RECORDS FOR THIS TASK Start Marker

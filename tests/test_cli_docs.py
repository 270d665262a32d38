"""Every command has help text and is named in the README's tour."""

from pathlib import Path

import pytest
from typer.main import get_command
from typer.testing import CliRunner

from partpick.cli import app

README = (Path(__file__).parents[1] / "README.md").read_text()
COMMANDS = sorted(get_command(app).commands)  # type: ignore[attr-defined]


def test_the_expected_commands_exist():
    assert set(COMMANDS) >= {"import", "parts", "batches", "stress", "pick", "bom", "verify"}


@pytest.mark.parametrize("name", COMMANDS)
def test_command_has_help(name):
    result = CliRunner().invoke(app, [name, "--help"])
    assert result.exit_code == 0, result.output
    assert get_command(app).commands[name].help  # type: ignore[attr-defined]


@pytest.mark.parametrize("name", COMMANDS)
def test_command_is_in_the_readme(name):
    assert f"`partpick {name}" in README


def test_version():
    result = CliRunner().invoke(app, ["--version"])
    assert result.exit_code == 0 and result.output.startswith("partpick ")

RECORDS FOR THIS TASK End Marker

— WHAT IS REQUIRED —
What you return must match the records above exactly, line for line.

— ANSWER SPACE —
filename tests/test_cli_docs.py
repository 270d665262a32d38
"""Every command has help text and is named in the README's tour."""

from pathlib import Path

import pytest
from typer.main import get_command
from typer.testing import CliRunner

from partpick.cli import app

README = (Path(__file__).parents[1] / "README.md").read_text()
COMMANDS = sorted(get_command(app).commands)  # type: ignore[attr-defined]


def test_the_expected_commands_exist():
    assert set(COMMANDS) >= {"import", "parts", "batches", "stress", "pick", "bom", "verify"}


@pytest.mark.parametrize("name", COMMANDS)
def test_command_has_help(name):
    result = CliRunner().invoke(app, [name, "--help"])
    assert result.exit_code == 0, result.output
    assert get_command(app).commands[name].help  # type: ignore[attr-defined]


@pytest.mark.parametrize("name", COMMANDS)
def test_command_is_in_the_readme(name):
    assert f"`partpick {name}" in README


def test_version():
    result = CliRunner().invoke(app, ["--version"])
    assert result.exit_code == 0 and result.output.startswith("partpick ")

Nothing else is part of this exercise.